Gerade weil die Umsetzung der gesetzlichen Leistungsansprüche im föderalen System je nach Kanton unterschiedlich gehandhabt wird, trägt die Arbeit von Pro Pallium durch das Füllen von Lücken in Zwischen- respektive Übergangsbereichen zu einer wesentlichen Verbesserung der Versorgungsgerechtigkeit bei und ist deshalb auch gesundheits- und sozialpolitisch relevant.

Dank der regelmässigen Besuche der Freiwilligen in den Familien und der Begleitung durch die Regionalleiter:innen von Pro Pallium findet ein kontinuierliches Monitoring des Familiensystems statt. Kritische Situationen können so frühzeitig erkannt werden. Als Koordinationsstelle mit Gesamtüberblick können die Regionalleiter:innen in diesen Fällen auch Brücken zu weiteren gesundheits- und sozialpolitischen Diensten schlagen.

Betroffene Familien berichten von einer immensen Qualität und Hilfsbereitschaft, welche die Freiwilligeneinsätze von Pro Pallium mit sich bringen. Weil diese Einsätze zur effektiven Entlastung und zu Verschnaufpausen im Alltag führen, können sie ebenfalls dazu beitragen, dass Betroffene weniger auf psychologische oder psychiatrische Dienstleistungen angewiesen sind und sich entsprechend vermehrt auch in der Lage fühlen, einer beruflichen Tätigkeit nachzugehen.

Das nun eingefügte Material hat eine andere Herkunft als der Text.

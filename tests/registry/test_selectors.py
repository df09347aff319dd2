"""Selectors load what their callers display in a fixed number of queries."""
from __future__ import annotations

import pytest
from django.db import connection
from django.test.utils import CaptureQueriesContext

from registry.selectors import audit_list, laser_list, location_eyewear_matrix
from tests import factories

pytestmark = pytest.mark.django_db


def _touch_lasers() -> int:
    with CaptureQueriesContext(connection) as queries:
        for laser in laser_list():
            _ = (laser.owner.user.username, laser.owner.research_group.name, laser.location.room)
            for emission in laser.current_emissions:
                _ = [result.nohd_m for result in emission.current_results]
    return len(queries)


@pytest.mark.parametrize("lasers", [2, 6])
def test_a_laser_list_costs_three_queries_however_long(lasers: int) -> None:
    for _ in range(lasers):
        emission = factories.EmissionFactory.create()
        factories.EmissionFactory.create(laser=emission.laser, wavelength_m=1064e-9)
        factories.HazardResultFactory.create(emission=emission)
    # 1: lasers joined to owner, account, group and location; 2: their emissions; 3: the
    # emissions' hazard results.
    assert _touch_lasers() == 3


def test_an_audit_list_prefetches_lasers_checklist_and_findings() -> None:
    for _ in range(3):
        audit = factories.AuditFactory.create()
        audit.lasers.add(factories.LaserFactory.create())
        factories.AuditChecklistItemFactory.create(audit=audit)
        factories.FindingFactory.create(audit=audit)
    with CaptureQueriesContext(connection) as queries:
        for audit in audit_list():
            _ = (audit.auditor.user.username, audit.location.room, [laser.asset_tag for laser in audit.lasers.all()],
                 [item.question for item in audit.checklist.all()],
                 [(finding.owner.user.username, finding.laser) for finding in audit.findings.all()])
    # audits; lasers; checklist; findings (with owner, account, laser and location joined).
    assert len(queries) == 4


def _q_switched_room() -> tuple[object, object]:
    """A room with a 1064 nm Q-switched laser (100 mJ, 10 ns, 10 Hz, 5 mm at 1/e) assessed by the engine."""
    from registry.services import emission_create

    laser = factories.LaserFactory.create(labelled_class="4")
    emission = emission_create(laser=laser, by=None, label="fundamental", wavelength_m="1064 nm",
                               temporal_mode="q_switched", average_power_W="1 W", pulse_energy_J="100 mJ",
                               pulse_duration_s="10 ns", prf_Hz="10 Hz", beam_diameter_m="5 mm",
                               divergence_rad="1 mrad", diameter_definition="1/e")
    return laser.location, emission


def test_the_room_matrix_judges_each_item_on_its_marked_bands() -> None:
    location, emission = _q_switched_room()
    # EN 207 for this beam (DGUV 203-042 section 5, as in tests/hazards/test_eyewear.py): D LB4 and R LB7.
    both = factories.EyewearFactory.create(location=location)
    factories.EyewearMarkingFactory.create(eyewear=both, wavelength_min_m=1064e-9, wavelength_max_m=1064e-9,
                                           optical_density=None, en207_conditions="D", en207_scale=5)
    factories.EyewearMarkingFactory.create(eyewear=both, wavelength_min_m=1064e-9, wavelength_max_m=1064e-9,
                                           optical_density=None, en207_conditions="IR", en207_scale=7)
    continuous_only = factories.EyewearFactory.create(location=location)
    factories.EyewearMarkingFactory.create(eyewear=continuous_only, wavelength_min_m=1064e-9,
                                           wavelength_max_m=1064e-9, optical_density=None, en207_conditions="D",
                                           en207_scale=7)
    green = factories.EyewearFactory.create(location=location)
    factories.EyewearMarkingFactory.create(eyewear=green)

    with CaptureQueriesContext(connection) as queries:
        matrix = location_eyewear_matrix(location=location, limits="icnirp2013")
    # lasers (joined); emissions; results; eyewear with its markings (two).
    assert len(queries) == 5
    assert matrix.emissions == [emission]
    assert matrix.cells[(emission.pk, both.pk)].status == "adequate"
    assert matrix.cells[(emission.pk, continuous_only.pk)].status == "inadequate"
    assert matrix.cells[(emission.pk, continuous_only.pk)].lb_shortfall == {"R": 7}
    assert matrix.cells[(emission.pk, green.pk)].status == "not_covered"
    assert matrix.unprotected == []


def test_damaged_eyewear_protects_nobody() -> None:
    location, emission = _q_switched_room()
    goggles = factories.EyewearFactory.create(location=location, condition="damaged")
    factories.EyewearMarkingFactory.create(eyewear=goggles, wavelength_min_m=900e-9, wavelength_max_m=1100e-9,
                                           optical_density=9.0)
    matrix = location_eyewear_matrix(location=location, limits="icnirp2013")
    assert matrix.cells[(emission.pk, goggles.pk)].status == "adequate"
    assert matrix.unprotected == [emission]


def test_an_emission_without_a_result_is_listed_as_not_assessed() -> None:
    location = factories.LocationFactory.create()
    laser = factories.LaserFactory.create(location=location)
    emission = factories.EmissionFactory.create(laser=laser)
    matrix = location_eyewear_matrix(location=location, limits="icnirp2013")
    assert matrix.not_assessed == [emission]
    assert matrix.emissions == []
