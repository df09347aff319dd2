"""The register's exports (registry/exports.py): CSV and XLSX with the same columns and rows, the caution
on every row, and an export that the spreadsheet import reads back without changing anything.

The round trip runs on the demo campus: tunable ranges, fibre ends a few micrometres wide, an
embedded class, a disposed laser without a room, every status.
"""
from __future__ import annotations

import csv
import io

import pytest
from django.apps import apps
from django.test import Client, TestCase
from openpyxl import load_workbook

from hazards.caution import CAUTION
from registry.exports import HAZARD_HEADERS, IMPORT_HEADERS, XLSX_CONTENT_TYPE
from registry.models import Emission, Laser, Person
from registry.services.campus import campus_load, campus_read
from registry.services.laser_import import COLUMNS, laser_import, laser_table_read
from tests.registry.api_world import World, build_world


def _client(person: Person) -> Client:
    client = Client()
    client.force_login(person.user)
    return client


def _csv_rows(content: bytes) -> list[list[str]]:
    return list(csv.reader(io.StringIO(content.decode())))


def _xlsx_rows(content: bytes) -> list[list[str]]:
    sheet = load_workbook(io.BytesIO(content)).worksheets[0]
    return [["" if cell is None else str(cell) for cell in row] for row in sheet.iter_rows(values_only=True)]


class XlsxExportTests(TestCase):
    world: World

    @classmethod
    def setUpTestData(cls) -> None:
        cls.world = build_world()

    def test_the_xlsx_holds_the_csv_s_columns_and_rows_with_the_caution_on_every_row(self) -> None:
        client = _client(self.world.lso)
        response = client.get("/lasers/export.xlsx?labelled_class=4&status=active")
        self.assertEqual(response["Content-Type"], XLSX_CONTENT_TYPE)
        self.assertEqual(response["Content-Disposition"], 'attachment; filename="laser-register.xlsx"')
        rows = _xlsx_rows(response.content)
        self.assertEqual(tuple(rows[0]), IMPORT_HEADERS + HAZARD_HEADERS)
        self.assertEqual(rows, _csv_rows(client.get("/lasers/export.csv?labelled_class=4&status=active").content))
        records = [dict(zip(rows[0], row)) for row in rows[1:]]
        self.assertEqual([record["asset tag"] for record in records], ["TST-0001", "TST-0004", "TST-0005"])
        self.assertEqual({record["caution"] for record in records}, {CAUTION})
        first = records[0]
        self.assertEqual((first["wavelength"], first["average power"], first["divergence"], first["owner"]),
                         ("532 nm", "2 W", "1 mrad", "rhea"))
        workbook = load_workbook(io.BytesIO(response.content))
        self.assertEqual(workbook.worksheets[0].title, "Laser register")
        self.assertEqual(workbook.properties.description, CAUTION)
        self.assertEqual(workbook.worksheets[0].freeze_panes, "A2")

    def test_a_value_typed_like_a_formula_stays_text(self) -> None:
        Laser.objects.filter(pk=self.world.laser.pk).update(model_name="=HYPERLINK(\"http://x.example\")")
        content = _client(self.world.lso).get("/lasers/export.xlsx").content
        sheet = load_workbook(io.BytesIO(content)).worksheets[0]
        model_column = IMPORT_HEADERS.index("model") + 1
        cells = [sheet.cell(row=number, column=model_column) for number in range(2, sheet.max_row + 1)]
        typed = [cell for cell in cells if str(cell.value).startswith("=")]
        self.assertEqual([(cell.value, cell.data_type) for cell in typed], [("=HYPERLINK(\"http://x.example\")", "s")])

    def test_a_laser_user_s_xlsx_holds_only_the_lasers_they_may_see(self) -> None:
        rows = _xlsx_rows(_client(self.world.user).get("/lasers/export.xlsx").content)
        self.assertEqual({row[0] for row in rows[1:]}, {"TST-0005"})


def _register_state() -> dict[str, int]:
    return {model._meta.label: model._default_manager.count() for model in apps.get_app_config("registry").get_models()}


@pytest.fixture
def campus() -> Person:
    campus_load(data=campus_read())
    return Person.objects.get(user__username="lso")


@pytest.mark.django_db
@pytest.mark.parametrize("suffix", ["csv", "xlsx"])
def test_an_export_of_the_demo_campus_imports_back_and_changes_nothing(campus: Person, suffix: str) -> None:
    content = _client(campus).get(f"/lasers/export.{suffix}").content
    table = laser_table_read(io.BytesIO(content), name=f"laser-register.{suffix}")
    assert table.header == [*IMPORT_HEADERS, *HAZARD_HEADERS]
    assert len(table.rows) == Emission.objects.count() + Laser.objects.filter(emissions__isnull=True).count()
    before = _register_state()

    report = laser_import(table=table, by=campus)
    assert report.problems == []
    assert [outcome.asset_tag for outcome in report.lasers] == list(
        Laser.objects.order_by("asset_tag").values_list("asset_tag", flat=True))
    assert {outcome.action for outcome in report.lasers} == {"unchanged"}
    assert report.written is True
    # No record saved, so no history row either.
    assert _register_state() == before


@pytest.mark.django_db
def test_what_the_export_writes_is_what_the_import_reads(campus: Person) -> None:
    """Each exported column is read back into its own field: a change to one cell is that one change."""
    rows = _csv_rows(_client(campus).get("/lasers/export.csv").content)
    header = rows[0]
    assert [column.name for column in COLUMNS] == header[:len(COLUMNS)]
    tunable = next(row for row in rows[1:] if row[header.index("asset tag")] == "FV-0024")
    assert (tunable[header.index("wavelength")], tunable[header.index("longest wavelength")]) == ("690 nm", "1040 nm")
    cutter = next(row for row in rows[1:] if row[header.index("asset tag")] == "FV-0015")
    assert (cutter[header.index("class")], cutter[header.index("embedded class")]) == ("1", "4")
    tunable[header.index("longest wavelength")] = "1080 nm"
    tunable[header.index("nohd")] = "edited by hand, skipped on import"
    buffer = io.StringIO()
    csv.writer(buffer).writerows(rows)

    report = laser_import(table=laser_table_read(io.BytesIO(buffer.getvalue().encode()), name="edited.csv"), by=campus)
    assert report.problems == []
    changed = [(outcome.asset_tag, outcome.changes) for outcome in report.lasers if outcome.action != "unchanged"]
    assert changed == [("FV-0024", ["emission 'tunable output' longest wavelength: 1.04 µm -> 1.08 µm"])]
    assert Emission.objects.get(laser__asset_tag="FV-0024").wavelength_max_m == pytest.approx(1080e-9)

Ausblick: Bessere Versorgung und Aufklärung

Pro Pallium hat sich seit ihrer Gründung 2005 kontinuierlich weitere Ziele gesetzt, welche über das Primärziel der psychosozialen Entlastung von Betroffenen ausgehen:

  • Eine verbesserte Versorgung schwerstkranker Kinder im häuslichen Umfeld – dazu gehört insbesondere die Sensibilisierungsarbeit und die Vernetzung der verschiedenen Akteur:innen in den Regionen.
  • Die Aufbereitung von Informationen für Familien und für Fachpersonen, um diese in ihrer täglichen Arbeit zu unterstützen. Fallvignetten dienen als Muster und Orientierungsrahmen für die Schulung und Weiterbildung.
  • Der verstärkte Austausch und die Kooperation mit Praxispädiater:innen, heilpädagogischen Institutionen und Diensten der pädiatrischen Palliative Care an Kinderspitälern, die für die Versorgung kranker Kinder im häuslichen Umfeld entscheidend sind.
  • Öffentlichkeitsarbeit und Advocacy in der Gesundheits- und Sozialpolitik: Pro Pallium will die Versorgungssituation und die Lebensverhältnisse der betroffenen Kinder und Jugendlichen und ihrer Familien sichtbarer machen, aufklären und ein Bewusstsein für die Pädiatrische Palliative Care schaffen.